TASK DIRECTIONS: Gather, from the data below, each line in which the word "sweepline" occurs.

--- SUPPLIED RECORDS Enclosed Below ---

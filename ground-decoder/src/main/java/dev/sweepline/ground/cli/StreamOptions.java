package dev.sweepline.ground.cli;

import dev.sweepline.ground.decode.DecoderConfig;
import dev.sweepline.ground.instrument.InstrumentFileException;
import dev.sweepline.ground.instrument.InstrumentSet;
import java.util.ArrayList;
import java.util.List;
import picocli.CommandLine.Option;

/** Options shared by the commands: frame length, spacecraft id and the instrument descriptions. */
final class StreamOptions {
    @Option(names = "--frame-length", defaultValue = "auto", paramLabel = "OCTETS|auto",
            converter = OptionValues.FrameLength.class,
            description = "Frame length L in octets (128..2048, ICD §1), or auto to detect it "
                    + "(falling back to 1024). Default: ${DEFAULT-VALUE}.")
    int frameLength;

    @Option(names = "--scid", defaultValue = "0x2C5", paramLabel = "ID", converter = OptionValues.Scid.class,
            description = "Spacecraft id the frames must carry (ICD §1). Default: ${DEFAULT-VALUE}.")
    int scid;

    @Option(names = "--instrument", paramLabel = "NAME|FILE",
            description = "An instrument description: a built-in name (see 'instruments') or a description file "
                    + "(FORMAT.md; a built-in name wins, write ./NAME for a file of that name); repeatable. "
                    + "Default: every built-in.")
    List<String> instruments = new ArrayList<>();

    /**
     * The configuration the options give.
     *
     * @throws GroundFailure (an input error) for a broken or missing description or two descriptions of one id
     */
    DecoderConfig config() {
        try {
            return new DecoderConfig(frameLength, scid, InstrumentSet.resolve(instruments));
        } catch (InstrumentFileException | IllegalArgumentException e) {
            throw new GroundFailure(ExitCodes.INPUT, "--instrument: " + e.getMessage());
        }
    }
}
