package dev.sweepline.ground.cli;

import dev.sweepline.ground.decode.TelemetryDecoder;
import java.io.IOException;
import java.io.InputStream;
import java.nio.file.Files;
import java.nio.file.Path;

/** Feeds a file to a decoder in chunks. */
final class StreamReader {
    /** Read size, octets: large enough to amortise the calls, small enough to stay in cache. */
    static final int CHUNK_OCTETS = 64 * 1024;

    private StreamReader() {
    }

    /** Reads the whole file into the decoder and finishes it; returns octets read. */
    static long feed(Path file, TelemetryDecoder decoder) throws IOException {
        long total = 0;
        byte[] chunk = new byte[CHUNK_OCTETS];
        try (InputStream in = Files.newInputStream(file)) {
            for (int n = in.read(chunk); n >= 0; n = in.read(chunk)) {
                decoder.accept(chunk, 0, n);
                total += n;
            }
        }
        decoder.finish();
        return total;
    }
}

--- End of Enclosed SUPPLIED RECORDS ---

FINISHED TASK:
filename ground-decoder/src/main/java/dev/sweepline/ground/cli/StreamOptions.java
package dev.sweepline.ground.cli;
import dev.sweepline.ground.decode.DecoderConfig;
import dev.sweepline.ground.instrument.InstrumentFileException;
import dev.sweepline.ground.instrument.InstrumentSet;
package dev.sweepline.ground.cli;
import dev.sweepline.ground.decode.TelemetryDecoder;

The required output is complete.